Anualmente, se sorteaba quiénes eran los (des)afortunados a los que les tocaba cumplir con la conscripción. Cuando ya faltaban pocos días para el sorteo, me invadió la angustia y me miré varias veces el culo con un espejo de mano. No me parecía que se notara que ya había sido estrenado. Por otra parte, estaba seguro de que no iba a ser convocado al ejército, por tener pie plano y usar anteojos. Pero si no sacaba un número bajo, el ano me lo iban a revisar igual… imaginaba ese momento y sufría en silencio.

Por fin, llegó el día tan temido… prendí la radio para escuchar la transmisión en vivo. El bolillero giró y giró sin parar, hasta salir las 1000 bolillas que contenía. Me tocó el número de orden 436. Una cifra dudosa. Pero ese año, las Fuerzas Armadas incorporaron a sus filas desde el 700 en adelante. ¡Aleluya, zafé! Me sentí libre de mis preocupaciones, feliz.

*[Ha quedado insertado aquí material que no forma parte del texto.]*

"""Element facets and face-connected blocks of cells.

A *facet* of a cell is a face of a 3D solid, an edge of a 2D cell, or an end
node of a line.  Two cells of one *face-connected block* are linked by a
chain of cells in which each neighbour shares a full facet.  A mesh that is
one connected part in the node graph may still fall into several blocks:
blocks touching only at a node (or, for solids, only along an edge) can
rotate relative to each other, which is what the weak-joint check reports
and what rigid-body analysis needs.

Facets are built from the corner nodes only (the first nodes of a
higher-order cell in VTK / meshio order), so a ``tetra10`` shares its faces
with a ``tetra``.  Each facet is listed with its nodes in the order that
gives the outward normal by the right-hand rule for a positively oriented
cell (VTK convention; meshio's wedge follows the gmsh prism order, whose
base triangle normal points into the cell).

Lower-dimensional cells lying wholly on nodes of higher-dimensional cells
(boundary or tag cells, as in :mod:`bandwise.core.dofs`) add no stiffness; they
get no block (label ``-1``), like vertex cells and cell types bandwise does
not analyse.

References
----------
Kitware, "VTK File Formats" (cell types and node orderings), and the face
tables of ``vtkTetra``, ``vtkHexahedron``, ``vtkWedge``, ``vtkPyramid``.
C. Geuzaine, J.-F. Remacle, "Gmsh reference manual", node ordering (prism).
"""

from __future__ import annotations

from concurrent.futures import Future
from dataclasses import dataclass, field

import numba
import numpy as np
from numpy.typing import NDArray

from bandwise.core.background import in_background
from bandwise.core.elements import CORNER_COUNT, cell_dimension
from bandwise.core.errors import InputError
from bandwise.core.model import Model
from bandwise.core.unionfind import compact_labels, union

#: Local corner tuples of each facet, outward orientation, per corner shape.
_FACETS: dict[str, tuple[tuple[int, ...], ...]] = {
    "line": ((0,), (1,)),
    "triangle": ((0, 1), (1, 2), (2, 0)),
    "quad": ((0, 1), (1, 2), (2, 3), (3, 0)),
    "tetra": ((0, 2, 1), (0, 1, 3), (1, 2, 3), (2, 0, 3)),
    "hexahedron": ((0, 3, 2, 1), (4, 5, 6, 7), (0, 1, 5, 4),
                   (1, 2, 6, 5), (2, 3, 7, 6), (3, 0, 4, 7)),
    "wedge": ((0, 2, 1), (3, 4, 5), (0, 3, 5, 2), (2, 5, 4, 1), (1, 4, 3, 0)),
    "pyramid": ((0, 3, 2, 1), (0, 1, 4), (1, 2, 4), (2, 3, 4), (3, 0, 4)),
}

#: Linear shape with the same corners as each higher-order cell type.
_CORNER_SHAPE: dict[str, str] = {}
for _t in CORNER_COUNT:
    for _shape in ("line", "triangle", "quad", "tetra", "hexahedron", "wedge", "pyramid"):
        if _t.startswith(_shape):
            _CORNER_SHAPE[_t] = _shape

#: Bits of the one word a facet's other corner ranks are packed into, when they fit.
_PACKED_BITS = 63

#: Widest facet of any cell type (quadrilateral faces).
MAX_FACET_NODES = 4


def corner_shape(cell_type: str) -> str | None:
    """The linear cell type whose corners a cell type has (``"tetra10"`` -> ``"tetra"``)."""
    if cell_type == "polygon":
        return "polygon"
    return _CORNER_SHAPE.get(cell_type)


def local_facets(cell_type: str, nodes_per_cell: int | None = None) -> list[tuple[int, ...]]:
    """Local corner indices of each facet of a cell type, outward orientation.

    Parameters
    ----------
    cell_type
        meshio cell type name.
    nodes_per_cell
        Needed for ``"polygon"`` only (its edges are ``(i, i+1 mod k)``).

    Raises
    ------
    InputError
        For vertex cells and cell types bandwise does not analyse.
    """
    shape = corner_shape(cell_type)
    if shape == "polygon":
        if not nodes_per_cell or nodes_per_cell < 3:
            raise InputError("a polygon block needs at least 3 nodes per cell")
        k = nodes_per_cell
        return [(i, (i + 1) % k) for i in range(k)]
    if shape is None:
        raise InputError(f"cell type {cell_type!r} has no facets bandwise knows")
    return list(_FACETS[shape])
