def build_report(night_path, summary, output_dir):
    """Writes the report of a diagnosed night into `output_dir` (created if needed) and
    returns the path of its index.html. `summary` is the JSON object that
    ``skyphase diagnose --format json`` printed (a dict, or the path of a file holding it).
    Raises ReportInputError for a malformed summary and wvr.WvrValueError for a bad night
    file; never modifies its inputs."""
    if isinstance(summary, (str, pathlib.Path)):
        try:
            summary = json.loads(pathlib.Path(summary).read_text())
        except (OSError, json.JSONDecodeError) as error:
            raise ReportInputError(f"summary: cannot read {summary}: {error}") from error
    _validate_summary(summary)
    night = wvr.read_night(night_path)
    info = _night_info(night)
    names = info["antenna_names"]
    if len(summary["windows"]) != len(night.scans):
        # The page would put one night's windows on another night's axis.
        raise ReportInputError(f"summary: field 'windows' has {len(summary['windows'])} "
                               f"entries but {night_path} has {len(night.scans)} scans")
    results = night.results
    retrieval = results.get("retrieval")
    correction = results.get("correction")
    calibration = results.get("calibration")
    diagnosis = results.get("diagnosis")

    output_dir = pathlib.Path(output_dir)
    output_dir.mkdir(parents=True, exist_ok=True)
    with matplotlib.rc_context(_RC):
        made = [
            ("pwv", "Median PWV over antennas with the 10-90 % band, and the radiometer path "
                    "rms per window", _figure_pwv(info, retrieval, summary["windows"])),
            ("phases", "Calibrator phase before and after correction on the shortest, a middle "
                       "and the longest baseline", _figure_phases(info, night, correction)),
            ("timeline", "Verdict per window, and the windows in which each antenna is flagged",
             _figure_timeline(info, summary["windows"], diagnosis)),
            ("structure", "Spatial structure function of the path with the fitted broken power "
                          "law", _figure_structure(summary)),
            ("antennas", "Phase rms per antenna before and after correction",
             _figure_antennas(info, correction)),
        ]
    antennas = []
    if correction is not None and "antenna_phase_rms_before_deg" in correction:
        before = np.asarray(correction["antenna_phase_rms_before_deg"], dtype=float)
        after = np.asarray(correction["antenna_phase_rms_after_deg"], dtype=float)
        scale = np.asarray(correction["antenna_scale"], dtype=float) \
            if "antenna_scale" in correction else np.full(len(names), np.nan)
        faults = np.asarray(diagnosis["antenna_faults"]).astype(int) \
            if diagnosis is not None and "antenna_faults" in diagnosis else None
        for a, name in enumerate(names):
            flagged = int(np.count_nonzero(faults[a])) if faults is not None else None
            antennas.append({
                "antenna": name,
                "phase_rms_before_deg": float(before[a]) if math.isfinite(before[a]) else None,
                "phase_rms_after_deg": float(after[a]) if math.isfinite(after[a]) else None,
                "scale": float(scale[a]) if math.isfinite(scale[a]) else None,
                "windows_flagged": flagged})
    document = dict(summary)
    night_json = {k: v for k, v in info.items() if k != "time_s"}
    document["report"] = {
        "night_file": str(night_path),
        "night": night_json,
        "calibration_status": calibration.attributes.get("status") if calibration else None,
        "antennas": antennas,
        "figures": [f"{name}.png" for name, _, _ in made],
        "not_available": {name: reason for name, _, (_, reason) in made if reason},
    }
    figures = []
    for number, (name, caption, (png, reason)) in enumerate(made, start=1):
        (output_dir / f"{name}.png").write_bytes(png)
        figures.append(_figure_html(number, name, png, reason, caption))
    (output_dir / "summary.json").write_text(json.dumps(document, indent=2, allow_nan=False))
    index = output_dir / "index.html"
    index.write_text(_page(document, figures), encoding="utf-8")
    return index
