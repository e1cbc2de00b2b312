#pragma once
// A small simulated night whose per-sample datasets end in a partial chunk, shared by the night
// file's chunk writer and reader tests.

#include "test_util.hpp"
#include "wvr/scenario.hpp"
#include "wvr/simulator.hpp"

namespace wvr {

// 5000 samples: per-sample datasets hold one whole chunk of 4096 samples and an edge chunk.
inline Night edge_chunk_night() {
  const Scenario scenario = parse_scenario(R"(
name = "chunk night"
seed = 11
duration_s = 5000.0
integration_s = 1.0
site_file = "sites/demo-site.toml"
radiometer_file = "radiometers/demo-183-dsb.toml"
[array]
layout = "random"
antenna_count = 3
radius_m = 300.0
[observing]
calibrator_scan_s = 120.0
target_scan_s = 300.0
)",
                                           "chunks.toml", test::testdata(""));
  return simulate_night(scenario);
}

}  // namespace wvr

Epílogo: Cuando terminé de escribir este artículo, me quise sacar la duda… ¿lo del Ano Dilatado había sido un mito? En Internet encontré diferentes opiniones contrapuestas, pero no había ninguna evidencia fehaciente, como la imagen de un D.N.I. con la sigla O.A.D. En cambio, hallé la foto de uno que en el resultado del reconocimiento médico dice D.A.F. (Deficiencia en Aptitud Física).

Le pregunté a varios gays de mi generación y algunos dijeron tener conocidos que se libraron de la conscripción por A.D., pero me aclararon que era imposible conseguir un documento con esas siglas, porque en aquel entonces, ni bien les estampaban el sello nefasto en el DNI, los putos lo destruían o quemaban para que les dieran otro, porque los antecedentes militares no se transcribían al nuevo ejemplar.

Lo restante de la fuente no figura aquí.